How Health160 Scaled to Millions: Real-World Backend Performance Optimization Strategies

Health160 is a leading Chinese internet hospital platform with over a hundred million users and five hundred million service records. The team focuses on building a high‑performance, high‑availability, high‑concurrency medical service system that integrates with many hospital systems to provide real‑time appointment services.

Monitoring and Metrics

A robust monitoring system is essential for visualizing the full request chain and detecting performance issues early. Health160 uses SkyWalking APM with unique TraceIds to trace calls. Monitoring data helps identify hidden problems such as slow interfaces and rising P99 latency.

Technical metrics are defined as admission standards for code deployment. They guide problem discovery, solution design, and pressure testing. All code must meet these standards before production.

Technical Thinking

1. Boundary Between Mid‑Platform and Business Interfaces

Interfaces called by other services become mid‑platform interfaces, which have stricter performance requirements than pure business interfaces. Misclassifying an interface can lead to performance bottlenecks.

2. Flow Control

Both inbound (gateway, Sentinel) and outbound flow control are needed. Outbound services such as MySQL, Redis, and external APIs must also be throttled or degraded when overloaded.

3. Idempotency

Idempotent operations ensure that repeated calls with the same parameters produce the same result, preventing duplicate processing. Solutions include unique primary keys, optimistic locks, anti‑repeat tokens, and downstream sequence numbers.

4. Uncertain Data Volume Collections

When fetching an unknown amount of data, batch retrieval and pagination with ID ranges should be used to avoid hidden performance issues.

Optimization Cases

Case 1: Redis configuration (bgsave) caused frequent pauses. After tuning, P99 latency dropped to 215 ms, a three‑fold improvement.
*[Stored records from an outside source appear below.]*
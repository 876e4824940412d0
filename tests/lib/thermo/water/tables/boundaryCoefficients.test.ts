import { describe, expect, it } from "vitest";
import { B23, B2BC, SATURATION } from "../../../../../lib/thermo/water/tables/boundaryCoefficients.js";

describe("boundaryCoefficients", () => {
  it("boundaryCoefficients hold 5 (Table 1), 5 (Table 19) and 10 (Table 34) coefficients", () => {
    expect([B23.length, B2BC.length, SATURATION.length]).toEqual([5, 5, 10]);
  });
  it("B23 coefficients reproduce the Sec. 4 check value 16.5291643 MPa at 623.15 K", () => {
    // IAPWS R7-97(2012) Sec. 4 (from memory).
    expect(B23[0] + B23[1] * 623.15 + B23[2] * 623.15 ** 2).toBeCloseTo(16.5291643, 6);
  });
});
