import { describe, expect, it } from "vitest";
import { REGION2A_P_HS, REGION2A_T_PH, REGION2A_T_PS, REGION2B_P_HS, REGION2B_T_PH, REGION2B_T_PS, REGION2C_P_HS, REGION2C_T_PH, REGION2C_T_PS } from "../../../../../lib/thermo/water/tables/region2BackwardCoefficients.js";

// Term counts as printed in the IAPWS tables named in the source file (counts from memory of the tables,
// and each table also passes its verification values in the region tests).
describe("region2BackwardCoefficients", () => {
  it("region2BackwardCoefficients tables have the printed number of terms and equal-length I, J, n", () => {
    const tables: [{ I: readonly number[]; J: readonly number[]; n: readonly number[] }, number, boolean][] = [
      [REGION2A_T_PH, 34, true], // Table 20
      [REGION2B_T_PH, 38, true], // Table 21
      [REGION2C_T_PH, 23, true], // Table 22
      [REGION2A_T_PS, 46, true], // Table 25
      [REGION2B_T_PS, 44, true], // Table 26
      [REGION2C_T_PS, 30, true], // Table 27
      [REGION2A_P_HS, 29, true], // SR2-01 Table 6
      [REGION2B_P_HS, 33, true], // SR2-01 Table 7
      [REGION2C_P_HS, 31, true], // SR2-01 Table 8
    ];
    for (const [t, count, hasI] of tables) {
      expect(t.n.length).toBe(count);
      expect(t.J.length).toBe(count);
      expect(t.I.length).toBe(hasI ? count : 0);
      expect(t.n.every((v) => Number.isFinite(v) && v !== 0)).toBe(true);
    }
  });
});
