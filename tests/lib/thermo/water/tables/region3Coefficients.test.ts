import { describe, expect, it } from "vitest";
import { REGION3_HELMHOLTZ } from "../../../../../lib/thermo/water/tables/region3Coefficients.js";

// Term counts as printed in the IAPWS tables named in the source file (counts from memory of the tables,
// and each table also passes its verification values in the region tests).
describe("region3Coefficients", () => {
  it("region3Coefficients tables have the printed number of terms and equal-length I, J, n", () => {
    const tables: [{ I: readonly number[]; J: readonly number[]; n: readonly number[] }, number, boolean][] = [
      [REGION3_HELMHOLTZ, 39, true], // Table 30, i = 2..40 (n_1 is the log term)
    ];
    for (const [t, count, hasI] of tables) {
      expect(t.n.length).toBe(count);
      expect(t.J.length).toBe(count);
      expect(t.I.length).toBe(hasI ? count : 0);
      expect(t.n.every((v) => Number.isFinite(v) && v !== 0)).toBe(true);
    }
  });
});
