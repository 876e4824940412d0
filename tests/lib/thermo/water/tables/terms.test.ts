import { describe, expect, it } from "vitest";
import type { Terms } from "../../../../../lib/thermo/water/tables/terms.js";
import { REGION1_GIBBS } from "../../../../../lib/thermo/water/tables/region1Coefficients.js";

describe("Terms", () => {
  it("Terms describes a coefficient table (region 1, Table 2: first term n = 0.14632971213167, I = 0, J = -2)", () => {
    const t: Terms = REGION1_GIBBS;
    // IAPWS R7-97(2012) Table 2, i = 1 (from memory).
    expect([t.I[0], t.J[0], t.n[0]]).toEqual([0, -2, 0.14632971213167]);
  });
});
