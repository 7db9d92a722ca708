from django.core.management.base import BaseCommand

from hazards.demo import load_demo


class Command(BaseCommand):
    help = "Load the demo scenario (an invented company and site); safe to run again."

    def handle(self, *args, **options):
        result = load_demo()
        self.stdout.write(self.style.SUCCESS("Demo scenario loaded."))
        self.stdout.write(
            f"Demo users: {', '.join(result['users'])}; password: {result['password']}"
        )
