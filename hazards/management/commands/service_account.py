"""Service accounts of other systems and their API tokens.

    manage.py service_account create lims-bridge --description "Lab data bridge"
    manage.py service_account issue lims-bridge --name "prod" --ttl-hours 720
    manage.py service_account revoke lims-bridge --prefix AbCdEf12   (or --all)
    manage.py service_account list

A service account is a user without a usable password (so it can never sign, which needs
the person's password) with a `ServiceAccount` row; `create` gives it the view, add,
change and delete permissions on the data records (`--read-only`: view only). A token is
printed once, when issued; the database keeps only its SHA-256.
"""

from __future__ import annotations

from datetime import timedelta

from django.contrib.auth import get_user_model
from django.contrib.auth.models import Permission
from django.core.management.base import BaseCommand, CommandError
from django.db import transaction
from django.utils import timezone

from hazards.api.auth import issue_token
from hazards.models import ApiToken, ServiceAccount

DATA_MODELS = ("site", "process", "reactionstep", "calorimetryrun", "calorimetryseries",
               "decompositiontest", "decompositionpeak", "solvent", "vessel")


def data_permissions(*, read_only: bool):
    actions = ("view",) if read_only else ("view", "add", "change", "delete")
    codenames = [f"{a}_{m}" for a in actions for m in DATA_MODELS]
    return Permission.objects.filter(content_type__app_label="hazards", codename__in=codenames)


def service_account_create(*, username: str, description: str = "", read_only: bool = False):
    User = get_user_model()
    with transaction.atomic():
        user = User.objects.filter(username=username).first()
        if user is not None and not ServiceAccount.objects.filter(user=user).exists():
            raise CommandError(f"{username!r} is a person's account, not a service account.")
        if user is None:
            user = User(username=username, is_active=True)
            user.set_unusable_password()
            user.save()
        account, _ = ServiceAccount.objects.update_or_create(
            user=user, defaults={"description": description})
        user.user_permissions.add(*data_permissions(read_only=read_only))
    return account


def _account(username: str) -> ServiceAccount:
    account = ServiceAccount.objects.select_related("user").filter(
        user__username=username).first()
    if account is None:
        raise CommandError(f"No service account {username!r}.")
    return account


class Command(BaseCommand):
    help = "Create service accounts of other systems; issue, revoke and list their API tokens."

    def add_arguments(self, parser):
        sub = parser.add_subparsers(dest="action", required=True)
        create = sub.add_parser("create", help="create (or update) a service account")
        create.add_argument("username")
        create.add_argument("--description", default="")
        create.add_argument("--read-only", action="store_true",
                            help="view permissions only (default: read and write data)")
        create.add_argument("--issue", action="store_true", help="also issue a first token")
        for p in (create, sub.add_parser("issue", help="issue a new token (printed once)")):
            if p is not create:
                p.add_argument("username")
            p.add_argument("--name", default="", help="what the token is for")
            p.add_argument("--ttl-hours", type=int, default=None,
                           help="life of the token (default EXOLEDGER_API_TOKEN_TTL_HOURS)")
        revoke = sub.add_parser("revoke", help="revoke a token by its prefix, or all")
        revoke.add_argument("username")
        group = revoke.add_mutually_exclusive_group(required=True)
        group.add_argument("--prefix", help="the first 8 characters of the token")
        group.add_argument("--all", action="store_true")
        sub.add_parser("list", help="list service accounts and their tokens")

    def handle(self, *args, **options):
        getattr(self, f"_{options['action']}")(options)

    def _issue_for(self, account, options) -> None:
        ttl = options.get("ttl_hours")
        if ttl is not None and ttl < 1:
            raise CommandError("--ttl-hours must be at least 1.")
        raw = issue_token(user=account.user, name=options.get("name") or "service account",
                          ttl=timedelta(hours=ttl) if ttl else None)
        self.stdout.write(f"token for {account.user.username} (shown once, keep it secret):")
        self.stdout.write(raw)

    def _create(self, options):
        account = service_account_create(username=options["username"],
                                         description=options["description"],
                                         read_only=options["read_only"])
        self.stdout.write(f"service account {account.user.username} ready "
                          f"({'read only' if options['read_only'] else 'read and write'})")
        if options["issue"]:
            self._issue_for(account, options)

    def _issue(self, options):
        self._issue_for(_account(options["username"]), options)

    def _revoke(self, options):
        account = _account(options["username"])
        tokens = ApiToken.objects.filter(user=account.user, revoked_at__isnull=True)
        if not options["all"]:
            tokens = tokens.filter(prefix=options["prefix"])
        count = tokens.update(revoked_at=timezone.now())
        if not count:
            raise CommandError("No active token matched.")
        self.stdout.write(f"revoked {count} token(s) of {account.user.username}")

    def _list(self, options):
        now = timezone.now()
        for account in ServiceAccount.objects.select_related("user").order_by("user__username"):
            self.stdout.write(f"{account.user.username}: {account.description}")
            for token in ApiToken.objects.filter(user=account.user).order_by("created_at"):
                state = ("revoked" if token.revoked_at else
                         "expired" if token.expires_at <= now else "active")
                self.stdout.write(f"  {token.prefix}… {state} until {token.expires_at:%Y-%m-%d} "
                                  f"{token.name}")
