"""One housekeeping sweep, or one every N seconds (`serve` runs `--every 60`)."""

from __future__ import annotations

import json
import time

from django.core.management.base import BaseCommand
from django.db import close_old_connections

from hazards.management.housekeeping import SNAPSHOT_RETENTION, housekeeping


class Command(BaseCommand):
    help = ("Recover the jobs of workers that died (dossiers queued again, task rows marked "
            "failed past their lease), vacuum the recompute queue, prune superseded indicator "
            "snapshots. Retention: " + " ".join(SNAPSHOT_RETENTION.split()))

    def add_arguments(self, parser):
        parser.add_argument("--every", type=float, default=0,
                            help="repeat every so many seconds (0: once)")

    def handle(self, *args, every=0.0, **options):
        while True:
            close_old_connections()
            self.stdout.write(json.dumps(housekeeping(), sort_keys=True))
            self.stdout.flush()
            if not every:
                return
            time.sleep(every)
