"""Recompute the indicator snapshots of every step (after a `calcs` upgrade, say)."""

from __future__ import annotations

import sys

from django.core.management.base import BaseCommand

from hazards.models import IndicatorSnapshot, ReactionStep
from hazards.services.indicators import recompute_steps

BATCH = 200


class Command(BaseCommand):
    help = "Recompute every step's indicators and report the steps whose class changed."

    def add_arguments(self, parser):
        parser.add_argument("--force", action="store_true",
                            help="Store a new snapshot even where inputs and calcs are unchanged.")
        parser.add_argument("--process", type=int, help="Only the steps of this process id.")

    def handle(self, *args, force, process, **options):
        steps = ReactionStep._base_manager.order_by("pk")
        if process:
            steps = steps.filter(process_id=process)
        ids = list(steps.values_list("pk", flat=True))
        total = len(ids)
        renewed, moved = 0, []
        for start in range(0, total, BATCH):
            chunk = ids[start:start + BATCH]
            changed = recompute_steps(chunk, force=force)
            renewed += len(changed)
            moved += [(pk, old, new) for pk, (old, new) in changed.items() if old != new]
            self._progress(min(start + BATCH, total), total)
        if total:
            sys.stderr.write("\n")
        self.stdout.write(f"{total} steps checked, {renewed} new snapshots.")
        if moved:
            self.stdout.write("Steps whose criticality class changed:")
            names = dict(
                ReactionStep._base_manager.filter(pk__in=[m[0] for m in moved])
                .values_list("pk", "name")
            )
            why = _reasons([m[0] for m in moved])
            for pk, old, new in moved:
                self.stdout.write(f"  step {pk} ({names.get(pk, '?')}): {_cls(old)} -> {_cls(new)}")
                for text in why.get(pk, []):
                    self.stdout.write(f"    why: {text}")
        else:
            self.stdout.write("No criticality class changed.")

    @staticmethod
    def _progress(done: int, total: int) -> None:
        width = 30
        filled = int(width * done / total) if total else width
        sys.stderr.write(f"\r[{'#' * filled}{'.' * (width - filled)}] {done}/{total}")
        sys.stderr.flush()


# Warnings of the new snapshot that explain a move of class (an input now missing, a basis
# or barrier the calcs now treat differently).
_WHY = ("unknown", "endothermic", "vacuum", "final mass", "capped at 1", "before the whole feed")


def _reasons(step_ids) -> dict[int, list[str]]:
    out: dict[int, list[str]] = {}
    for step_id, warnings in IndicatorSnapshot.objects.filter(
            step_id__in=step_ids, is_current=True).values_list("step_id", "warnings"):
        out[step_id] = [w for w in warnings if any(word in w for word in _WHY)]
    return out


def _cls(value) -> str:
    return "none" if value is None else f"class {value}"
Case 2: Redundant A/B calls on the homepage were removed, improving call chain efficiency.

Case 3: Video and science tabs' P95 latency under high load was optimized by adjusting request parameters, doubling performance.

Case 4: Institution list performance was boosted by adding caching, achieving a 30 % speed increase.

System Architecture

The platform follows a layered architecture: static resources are served via Vue + CDN (front‑end), NIO networking model provides high concurrency, Kafka decouples traffic and smooths spikes, and middleware (Redis, MySQL, Elasticsearch) has admission standards and flow‑control mechanisms.

NIO Network Model

Thread count (800‑1000) is a critical parameter; setting it too high or low can degrade performance.

Application Side (Java)

Key practices include proper connection pool configuration, closing connections, handling reconnections, managing slow queries, and tuning JVM parameters (‑Xms, ‑Xmx, GC settings).

Middleware

Three focus areas: benchmark testing, caching, and slow‑query optimization. Elasticsearch is deployed with multiple coordinating and master nodes to ensure high availability and supports up to 20 k QPS.

Process Optimization

Complex systems require careful process refactoring with gray‑release strategies to avoid production impact. Prioritize path‑node bottlenecks, then process improvements, and finally caching.

Caching Mechanisms

Redis caching reduces network and disk I/O, while in‑memory caching (Caffeine) provides fast access for single‑instance services. A CDC‑based approach updates Redis without code changes.

Conclusion

The article outlines a systematic framework for performance improvement at Health160, emphasizing continuous monitoring, metric‑driven development, thoughtful architecture, and disciplined optimization to maintain a high‑availability, high‑throughput medical platform.